AIイラスト、主要なマネタイズサービスから締め出される

 2023/5/10~11にかけて、Fanbox、Fantia、Cien、DLsite等の主だったマネタイズサービスが、AI絵の取引を実質的に禁止。

 

 理由としてはおおよそ「既存のクリエイター様への影響を考慮」とされているが、端的に言って「5/1のjcom事件に対する火消し」という意味合いがかなり大きい。実際、これらの発表により、5/1以降続いていた反AI的なムーブメントは急速に沈静化した。

 

 一連の騒ぎを通し、反AI内の温度差が可視化され始める。以下箇条書き。

 

 「一切の無断学習を禁止すべき」「少しでもAIを使ったらその絵はAI絵でありゴミ」「全てのサービスからAI絵を締め出すべき」「合法なのは法律が間違っているだけで自分の考えの方が正しい」といった先鋭化した反AI原理主義者が誕生し、その高い攻撃性によりコミュニティ全体から徐々に浮き始める。

 

 「イラストレータの仕事を奪う画像生成AIは絶対に許さないが、翻訳家の仕事を奪った機械翻訳はどうでもいいので便利な道具として使う」「文章は著作権がないからOK」といった自己中心的なダブルスタンダードが目立ち始める。

 

 「人物が手描きなら背景はAIでもOK」とする人物至上主義・背景軽視主義の存在が可視化され、背景専門のイラストレータと軋轢が発生。

 

 イラストレータとマンガ家のスタンスの違いが顕著となる。
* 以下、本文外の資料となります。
/** A player for `data`, closed at first. */
export function createPlayer(data: PlayerData, ports: PlayerPorts): Player {
  const { memory } = ports
  /** Added to the monotonic clock, which stands still while some computers sleep. */
  let asleepMs = 0
  let seq = 0
  let claim: Claim | null = null
  let endTick: (() => void) | null = null
  const unwatch: (() => void)[] = []
  let lastTick: { nowMs: number; wallMs: number } | null = null
  let askedToMs = 0
  let shownToMs = 0
  let lastAliveMs = -Infinity
  let open: KeptAttempt | null = null
  let openAgoMs: number | null = null
  let foldedFor: readonly ClassEvent[] | null = null
  let isClosed = false
  const sounded = new Map<string, { dueAtMs: number; callOff: () => void }>()

  const clock = () => Math.round(ports.now()) + asleepMs
  const settings = (): RunSettings => {
    const { waitAtBriefs, changeExtraSeconds } = store.getState().preferences
    return { waitAtBriefs, changeExtraMs: changeExtraSeconds * 1_000 }
  }

  const store = createStore<PlayerStore>()((set, get) => ({
    data,
    preferences: DEFAULT_PREFERENCES,
    stage: 'loading',
    gap: null,
    attemptId: null,
    run: null,
    position: null,
    tally: null,
    events: [],
    options: heldOptions(data),
    cueLine: [],
    due: null,
    notice: null,
    saving: { state: 'saved', unsent: 0, message: null },
    sound: 'blocked',
    otherTab: false,

    setPreferences(change) {
      const preferences = { ...get().preferences, ...change }
      set({ preferences })
      ports.sound.configure(preferences.soundVolume, preferences.soundOn)
      memory.keepPreferences(data.membershipId, preferences).catch(() => undefined)
    },
    setVolume(volume) {
      get().setPreferences({ soundVolume: volume })
    },
    chooseStartOption(key, option) {
      set({ options: { ...get().options, [key]: option } })
    },
    unlockSound: () => ports.sound.unlock(),
    playCount() {
      ports.sound.unlock()
      const from = ports.now() + 400
      for (let beat = 0; beat < 3; beat += 1) ports.sound.schedule('knock', from + beat * 1_000)
      ports.sound.schedule('bell', from + 3_000)
    },

    start(todayNote) {
      if (get().stage !== 'before') return
      ports.sound.unlock()
      ports.stayAwake(true)
      const attempt: KeptAttempt = {
        attemptId: ports.newId(),
        membershipId: data.membershipId,
        scheduledClassId: data.scheduledClass.scheduledClassId,
        versionId: data.versionId,
        todayNote,
        settings: settings(),
        options: get().options,
        startedWallMs: ports.wall(),
        over: false,
      }
      open = attempt
      seq = 0
      set({ attemptId: attempt.attemptId, events: [], stage: 'class' })
      void keep(() => memory.keepAttempt(attempt))
      beginRun(newRun(data.version, data.versionId, attempt.settings))
      get().send({
        type: 'start',
        versionId: data.versionId,
        counting: get().preferences.counting,
        options: startOptions(data, get().options),
      })
      void claimAttempt(attempt.attemptId, false)
    },

    send(command) {
      const { run, otherTab } = get()
      if (!run || otherTab) return
      const now = clock()
      const applied = apply(run, command, now)
      if (applied.refused !== null) {
        set({ notice: { text: applied.refused, atMs: now } })
        return
      }
      if (applied.run === run && applied.events.length === 0) return
      callOffAfter(now)
      askedToMs = now
      set({ run: applied.run, notice: null })
      if (command.type === 'choose-option') {
        const key: StationKey = `${command.block}/${command.station}`
        set({ options: { ...get().options, [key]: command.option } })
      }
      record(applied.events)
      for (const effect of applied.effects) {
        ports.sound.schedule(effect.sound, ports.now())
      }
      refresh(now)
    },

    resumeOpenAttempt() {
      if (get().stage !== 'resume' || !open) return
      ports.sound.unlock()
      ports.stayAwake(true)
      void claimAttempt(open.attemptId, false)
      reload(openAgoMs)
    },
    discardOpenAttempt() {
      if (get().stage !== 'resume' || !open) return
      void keep(() => memory.keepAttempt({ ...open!, over: true }))
      open = null
      set({ stage: 'before', attemptId: null, events: [], tally: null, run: null, position: null })
    },
    goOn(from) {
      if (get().stage !== 'gap') return
      ports.sound.unlock()
      ports.stayAwake(true)
      set({ stage: 'class', gap: null })
      get().send({ type: 'resume', from })
    },
    takeOver() {
      const { attemptId } = get()
      if (!attemptId) return
      void claimAttempt(attemptId, true).then(async () => {
        if (isClosed) return
        set({ otherTab: false })
        await readKept()
        if (open) reload(openAgoMs)
      })
    },
  }))

  const { setState: set, getState: get } = store

  /** Carries on where a kept attempt was: at once after a short gap, else as a question. */
  function reload(agoMs: number | null): void {
    if (!open) return
    const events = get().events
    const now = clock()
    const reloaded = runFromEvents(
      data.version,
      data.versionId,
      open.settings,
      events,
      now,
      keptAlive && agoMs !== null ? { agoMs, place: keptAlive.place } : null,
    )
    set({ attemptId: open.attemptId })
    beginRun(reloaded.run)
    record(reloaded.events)
    const left = reloaded.run.timeline.lengthMs - (positionAt(reloaded.run, now).classMs ?? 0)
    const asks = reloaded.gap !== null && reloaded.gap.agoMs !== null && reloaded.gap.agoMs < left
    set({
      stage: asks ? 'gap' : 'class',
      gap: asks ? { awayMs: reloaded.gap?.agoMs ?? 0, reason: 'away' } : null,
    })
    refresh(now)
  }

  let keptAlive: { place: KeptPlace; wallMs: number } | null = null

  function beginRun(run: Run): void {
    const now = clock()
    sounded.clear()
    askedToMs = now
    shownToMs = now
    lastTick = { nowMs: ports.now(), wallMs: ports.wall() }
    set({ run, position: positionAt(run, now) })
    endTick ??= ports.tick(tick)
  }

  function record(drafts: readonly EventDraft[]): void {
    const { attemptId } = get()
    if (drafts.length === 0 || !attemptId) return
    const wallMs = ports.wall()
    const events = drafts.map((draft): ClassEvent => {
      seq += 1
      return { ...draft, id: ports.newId(), device: ports.device, seq, wallMs } as ClassEvent
    })
    set({ events: [...get().events, ...events] })
    const kept = events.map((event) => ({
      attemptId,
      membershipId: data.membershipId,
      event,
      sent: false,
    }))
    void keep(() => memory.keepEvents(kept)).then(() => ports.kickOutbox())
    if (events.some((event) => event.type === 'finished') && open) {
      const over = { ...open, over: true }
      open = over
      void keep(() => memory.keepAttempt(over))
    }
    alive(true)
  }

  async function keep(write: () => Promise<void>): Promise<void> {
    try {
      await write()
    } catch {
      set({ saving: { ...get().saving, state: 'not-kept', message: NOT_KEPT } })
    }
  }

  function alive(atOnce: boolean): void {
    const { attemptId, position } = get()
    const now = ports.now()
    if (!attemptId || !position || (!atOnce && now - lastAliveMs < ALIVE_EVERY_MS)) return
    lastAliveMs = now
    memory
      .keepAlive({ attemptId, place: position.place, wallMs: ports.wall() })
      .catch(() => undefined)
  }

  function tick(): void {
    const { run, stage, otherTab } = get()
    if (!run || otherTab || isClosed) return
    const nowMs = ports.now()
    const wallMs = ports.wall()
    const before = lastTick ?? { nowMs, wallMs }
    lastTick = { nowMs, wallMs }
    const awayMs = nowMs - before.nowMs
    const driftMs = wallMs - before.wallMs - awayMs
    if (driftMs > GAP_MS) {
      // Asleep with a clock that stood, or the clock was set on: they cannot be told apart, so ask.
      asleepMs += driftMs
      if (
        stage === 'class' &&
        awoke(before.nowMs + asleepMs - driftMs, awayMs + driftMs, 'clock-changed')
      )
        return
    } else if (Math.abs(driftMs) > CLOCK_SLACK_MS) {
      set({ notice: { text: CLOCK_CHANGED, atMs: clock() } })
    }
    if (awayMs > GAP_MS && stage === 'class') {
      if (awoke(before.nowMs + asleepMs, awayMs, 'away')) return
    }
    const now = clock()
    refresh(now)
    const { owed } = get().position ?? { owed: null }
    if (owed) get().send(owed)
    sound(now)
    alive(false)
  }

  /** After a gap: true where it is a pause and the member is asked. */
  function awoke(lastAliveAtMs: number, awayMs: number, reason: 'away' | 'clock-changed'): boolean {
    const { run } = get()
    if (!run) return false
    const reloaded = afterGap(run, lastAliveAtMs, clock())
    if (!reloaded.gap) return false
    callOffAfter(-Infinity)
    set({ run: reloaded.run, stage: 'gap', gap: { awayMs, reason } })
    record(reloaded.events)
    refresh(clock())
    return true
  }

  function callOffAfter(atMs: number): void {
    for (const [key, one] of sounded) {
      if (one.dueAtMs <= atMs) continue
      one.callOff()
      sounded.delete(key)
    }
  }

  /** Puts what falls due within the look-ahead on the audio clock, each mark once. */
  function sound(now: number): void {
    const { run, stage } = get()
    if (!run || stage !== 'class') return
    const toMs = now + LOOK_AHEAD_MS
    for (const mark of marksBetween(run, askedToMs, toMs)) {
      const name = markSound(mark)
      if (!name || sounded.has(mark.key)) continue
      const isLate = now - mark.dueAtMs > TOO_LATE_MS
      const callOff = isLate ? () => undefined : ports.sound.schedule(name, mark.dueAtMs - asleepMs)
      sounded.set(mark.key, { dueAtMs: mark.dueAtMs, callOff })
    }
    askedToMs = Math.max(askedToMs, toMs)
  }

  /** What is shown: position, cues to come, the one that is due, the tally when events came. */
  function refresh(now: number): void {
    const { run, events } = get()
    if (!run) return
    const position = positionAt(run, now)
    const patch: Partial<PlayerState> = { position }
    patch.cueLine = marksAhead(run, now, CUE_LINE_MS).flatMap((mark) => {
      const text = markText(data.version, mark)
      return text === null ? [] : [{ mark, text, dueInMs: mark.dueAtMs - now }]
    })
    patch.due = dueNow(run, now)
    if (foldedFor !== events) {
      foldedFor = events
      patch.tally = fold(data.version, events)
    }
    if (run.ended && get().stage === 'class') {
      patch.stage = 'after'
      ports.stayAwake(false)
    }
    set(patch)
  }

  let shown: { mark: DueMark; text: string } | null = null
  const IMPORTANCE = { cue: 3, call: 2, next: 1, beep: 0 } as const

  function dueNow(run: Run, now: number): PlayerState['due'] {
    const passed = marksBetween(run, shownToMs, now + 1).flatMap((mark) => {
      const text = markText(data.version, mark)
      return text === null ? [] : [{ mark, text }]
    })
    shownToMs = Math.max(shownToMs, now + 1)
    for (const one of passed) {
      const isLess =
        shown !== null &&
        one.mark.dueAtMs - shown.mark.dueAtMs < 1_000 &&
        IMPORTANCE[one.mark.what] < IMPORTANCE[shown.mark.what]
      if (!isLess) shown = one
    }
    return shown && { ...shown, sinceMs: Math.max(0, now - shown.mark.dueAtMs) }
  }

  async function claimAttempt(attemptId: string, take: boolean): Promise<void> {
    claim?.release()
    claim = null
    const got = await ports.claims.claim(attemptId, take, () => {
      claim = null
      callOffAfter(-Infinity)
      set({ otherTab: true })
    })
    if (isClosed) {
      got?.release()
      return
    }
    claim = got
    if (!got) {
      callOffAfter(-Infinity)
      set({ otherTab: true })
    }
  }

  /** What this browser, or else the server, knows of a class begun and not done. */
  async function readKept(): Promise<void> {
    const kept = await memory
      .latestAttempt(data.membershipId, data.scheduledClass.scheduledClassId)
      .catch(() => null)
    const usable =
      kept &&
      !kept.over &&
      kept.versionId === data.versionId &&
      ports.wall() - kept.startedWallMs < OFFER_WITHIN_MS
    const elsewhere = data.openAttempt
    if (usable) {
      const own = (await memory.events(kept.attemptId).catch(() => [])).map((one) => one.event)
      const known = new Set(own.map((event) => event.id))
      const others =
        elsewhere?.attemptId === kept.attemptId
          ? elsewhere.events.filter((event) => !known.has(event.id))
          : []
      open = kept
      keptAlive = await memory.alive(kept.attemptId).catch(() => null)
      openAgoMs = keptAlive ? ports.wall() - keptAlive.wallMs : null
      restore([...own, ...others], kept.options)
    } else if (elsewhere && elsewhere.events.length > 0) {
      const started = elsewhere.events.find((event) => event.type === 'started')
      const lastWallMs = Math.max(...elsewhere.events.map((event) => event.wallMs))
      if (kept?.attemptId === elsewhere.attemptId && kept.over) return
      if (ports.wall() - lastWallMs > OFFER_WITHIN_MS) return
      open = {
        attemptId: elsewhere.attemptId,
        membershipId: data.membershipId,
        scheduledClassId: data.scheduledClass.scheduledClassId,
        versionId: data.versionId,
        todayNote: null,
        settings: settings(),
        options: Object.fromEntries(
          (started?.options ?? []).map((one) => [`${one.block}/${one.station}`, one.option]),
        ),
        startedWallMs: started?.wallMs ?? lastWallMs,
        over: false,
      }
      const begun = open
      await keep(() => memory.keepAttempt(begun))
      await keep(() =>
        memory.keepEvents(
          elsewhere.events.map((event) => ({
            attemptId: begun.attemptId,
            membershipId: data.membershipId,
            event,
            sent: true,
          })),
        ),
      )
      keptAlive = null
      openAgoMs = null
      restore(elsewhere.events, begun.options)
    }
  }

  function restore(events: ClassEvent[], options: Record<string, string>): void {
    seq = Math.max(0, ...events.map((event) => event.seq))
    foldedFor = events
    set({
      events,
      attemptId: open?.attemptId ?? null,
      options: { ...get().options, ...options },
      tally: fold(data.version, events),
    })
  }

  return {
    store,
    async open() {
      const preferences = await memory.preferences(data.membershipId).catch(() => null)
      set({ preferences: { ...DEFAULT_PREFERENCES, ...ports.usualScreen, ...preferences } })
      const { soundVolume, soundOn } = get().preferences
      ports.sound.configure(soundVolume, soundOn)
      unwatch.push(ports.sound.watch((state) => set({ sound: state })))
      unwatch.push(
        ports.watchOutbox((saving) => {
          const isLost = !memory.isDurable && saving.unsent > 0
          set({ saving: isLost ? { ...saving, state: 'not-kept', message: NOT_KEPT } : saving })
        }),
      )
      await readKept()
      if (isClosed) return
      const tally = get().tally
      if (!open) set({ stage: 'before' })
      else if (tally?.state === 'stopped') {
        // A class that was stopped is never gone on with unasked.
        set({ stage: 'resume' })
      } else if (openAgoMs !== null && openAgoMs >= 0 && openAgoMs <= GAP_MS) {
        await claimAttempt(open.attemptId, false)
        if (!get().otherTab) reload(openAgoMs)
        ports.stayAwake(true)
      } else set({ stage: 'resume' })
      ports.kickOutbox()
    },
    close() {
      isClosed = true
      endTick?.()
      endTick = null
      for (const end of unwatch) end()
      callOffAfter(-Infinity)
      claim?.release()
      ports.stayAwake(false)
      ports.sound.close()
    },
  }
}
イラストレータが反AI化しやすい一方で、マンガ家はそうでもない。イラストレータにとっては作画が全てだが、マンガ家にとって作画は構成要素の一つに過ぎず、全てではないからである。

 

 「無断学習やAI生成物の販売に嫌悪感を示す一方で、権利者に無断で作ったエロ同人が利益を出し続けているのはダブルスタンダードではないのか」という、木目事件で浮上した根本的な議論も存在感を増した。